:: DATA TO USE
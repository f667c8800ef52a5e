"""Rate sensitivity, upturn and the course over temperature of a merged material, as text."""

from __future__ import annotations

import math
from collections.abc import Sequence

from shpb.merge.campaign import CourseAtRate, MergedMaterial, RateStudy
from shpb.merge.peak_shift import PeakShift
from shpb.merge.sensitivity import RateSensitivity
from shpb.merge.temperature import TemperatureCourse
from shpb.view.digits import to_uncertainty, uncertainty
from shpb.view.merge_words import chosen_strain, extreme_words, interval_text, kelvin_text, plain, rate_text
from shpb.view.text import wrapped

_TESTS = (("quasi_static", "quasi-static"), ("bar", "bars"), ("all", "all"))
_INDENT = "  "


def _strains(material: MergedMaterial, *, full: bool) -> list[float]:
    if full:
        return sorted({study.plastic_strain for study in material.rates})
    chosen = chosen_strain(material)
    return [] if chosen is None else [chosen]


def sensitivity_lines(material: MergedMaterial, width: int, *, full: bool) -> list[str]:
    """Exponent m = d ln(stress)/d ln(rate) by temperature, within each kind of test and over all."""
    lines: list[str] = []
    for strain in _strains(material, full=full):
        studies = [study for study in material.rates if study.plastic_strain == strain]
        if not studies:
            continue
        lines += wrapped(
            f"Rate sensitivity m = d ln(stress)/d ln(rate) at plastic strain {strain:g}, with 95 % interval, and "
            "stress per decade of rate",
            width,
        )
        lines.append(
            f"{'T K':>5}  {'tests':<12}  {'m':>9} {'u':>8}  {'interval':<20}  {'MPa/decade':>10} {'u':>5}"
        )
        for study in studies:
            lines += _study(study, width, full=full)
    return lines or wrapped("Rate sensitivity: no temperature has tests at two rates.", width)


def _study(study: RateStudy, width: int, *, full: bool) -> list[str]:
    lines: list[str] = []
    for number, (key, name) in enumerate(_TESTS):
        kelvin = f"{study.temperature_k:.0f}" if number == 0 else ""
        head = f"{kelvin:>5}  {name:<12}  "
        held: RateSensitivity | None = getattr(study.sensitivities, key)
        if held is None:
            why = study.sensitivities.reasons.get(key, "")
            lines += wrapped(f"not known: {plain(why)}", width, head)
            continue
        m, decade = held.exponent, held.per_decade_pa.scaled(1e-6)
        lines.append(
            f"{head}{to_uncertainty(m.value, m.u):>9} {uncertainty(m.u):>8}  {interval_text(m):<20}  "
            f"{to_uncertainty(decade.value, decade.u):>10} {uncertainty(decade.u):>5}"
        )
        if full:
            lines += wrapped(_more(held), width, " " * len(head))
    return lines


def _more(held: RateSensitivity) -> str:
    low, high = (rate_text(rate) for rate in held.rates_per_s)
    c = held.coefficient
    said = (
        f"{low} to {high} /s; C {to_uncertainty(c.value, c.u)} (u {uncertainty(c.u)}) at "
        f"{held.reference_rate_per_s:g} /s; chi2 {held.chi2:.1f} of {held.freedom}"
    )
    volume = held.activation_volume_m3
    if volume is None:
        return f"{said}; no activation volume, the stress does not rise with rate"
    volume = volume.scaled(1e27)
    end = "no upper end" if held.activation_volume_open else f"95 % {interval_text(volume)}"
    return f"{said}; activation volume {to_uncertainty(volume.value, volume.u)} nm3 (u {uncertainty(volume.u)}, {end})"


def upturn_lines(material: MergedMaterial, width: int, *, full: bool) -> list[str]:
    """Whether the stress turns up at high rates, by temperature."""
    lines: list[str] = []
    for strain in _strains(material, full=full):
        for study in material.rates:
            if study.plastic_strain != strain:
                continue
            found = study.upturn
            lines += wrapped(
                f"{found.outcome.value}; {plain(found.reason)}",
                width,
                f"{_INDENT}{study.temperature_k:.0f} K  ",
                _INDENT + " " * 8,
            )
        if lines and not lines[0].startswith("Upturn"):
            lines.insert(0, f"Upturn at high rates, at plastic strain {strain:g}")
    return lines or ["Upturn at high rates: no temperature has tests at two rates."]


def course_lines(material: MergedMaterial, width: int, *, full: bool) -> list[str]:
    """Stress against temperature by rate: rise, minimum, peak; and how the peak moves with rate."""
    strains = _strains(material, full=full)
    if full:
        strains = sorted({course.plastic_strain for course in material.courses})
    lines: list[str] = []
    for strain in strains:
        part = [course for course in material.courses if course.plastic_strain == strain]
        if not part:
            continue
        lines.append(f"Stress over temperature at plastic strain {strain:g}")
        for course in part:
            head = f"{_INDENT}{rate_text(course.rate_per_s)} /s".ljust(14)
            lines += wrapped(_course_words(course), width, head)
    lines = lines or wrapped("Stress over temperature: no rate has tests at two temperatures.", width)
    return lines + wrapped(_shift_words(material.shift, material.why_no_shift), width, "Peak shift".ljust(14))


def _course_words(one: CourseAtRate) -> str:
    course = one.course
    if course is None:
        return f"not known: {plain(one.why_not)}; it takes three"
    said = plain(course.reason)
    if not course.rises:
        return f"{said}; {_range_words(course)}"
    return f"{said}; {extreme_words('minimum', course.minimum)}; {extreme_words('peak', course.peak)}"


def _range_words(course: TemperatureCourse) -> str:
    first, last = (
        f"{to_uncertainty(course.stress_pa[i] / 1e6, course.u_pa[i] / 1e6)} MPa at "
        f"{kelvin_text(float(course.temperature_k[i]))}"
        for i in (0, -1)
    )
    return f"from {first} to {last}"


def _shift_words(shift: PeakShift | None, why_not: str) -> str:
    if shift is None:
        return f"not known: {plain(why_not)}"
    kelvin = shift.kelvin_per_decade
    said = (
        f"{to_uncertainty(kelvin.value, kelvin.u)} K for each decade of rate (u {uncertainty(kelvin.u)} K, 95 % "
        f"{interval_text(kelvin)} K), from the rates {_rates(shift.used)} /s"
    )
    energy = shift.activation_energy_j_per_mol
    if energy is not None:
        energy = energy.scaled(1e-3)
        low, high = energy.interval
        end = (
            f"at least {to_uncertainty(low, energy.u)}, no upper end"
            if shift.energy_open or not math.isfinite(high)
            else f"95 % {interval_text(energy)}"
        )
        value = to_uncertainty(energy.value, energy.u)
        said += f"; activation energy {value} kJ/mol (u {uncertainty(energy.u)}, {end})"
    if shift.left_out:
        said += f"; no bracketed peak at {_rates(shift.left_out)} /s"
    return said


def _rates(rates: Sequence[float]) -> str:
    return ", ".join(map(rate_text, rates))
::::
WORK INSTRUCTIONS:
What is needed is a verbatim copy of every line in the records above from the one containing "from shpb.merge.temperature import" down to the one containing "lines += _study(study, width, full=full)", both included, and nothing more.

SOLUTION TO THIS TASK:
from shpb.merge.temperature import TemperatureCourse
from shpb.view.digits import to_uncertainty, uncertainty
from shpb.view.merge_words import chosen_strain, extreme_words, interval_text, kelvin_text, plain, rate_text
from shpb.view.text import wrapped

_TESTS = (("quasi_static", "quasi-static"), ("bar", "bars"), ("all", "all"))
_INDENT = "  "


def _strains(material: MergedMaterial, *, full: bool) -> list[float]:
    if full:
        return sorted({study.plastic_strain for study in material.rates})
    chosen = chosen_strain(material)
    return [] if chosen is None else [chosen]


def sensitivity_lines(material: MergedMaterial, width: int, *, full: bool) -> list[str]:
    """Exponent m = d ln(stress)/d ln(rate) by temperature, within each kind of test and over all."""
    lines: list[str] = []
    for strain in _strains(material, full=full):
        studies = [study for study in material.rates if study.plastic_strain == strain]
        if not studies:
            continue
        lines += wrapped(
            f"Rate sensitivity m = d ln(stress)/d ln(rate) at plastic strain {strain:g}, with 95 % interval, and "
            "stress per decade of rate",
            width,
        )
        lines.append(
            f"{'T K':>5}  {'tests':<12}  {'m':>9} {'u':>8}  {'interval':<20}  {'MPa/decade':>10} {'u':>5}"
        )
        for study in studies:
            lines += _study(study, width, full=full)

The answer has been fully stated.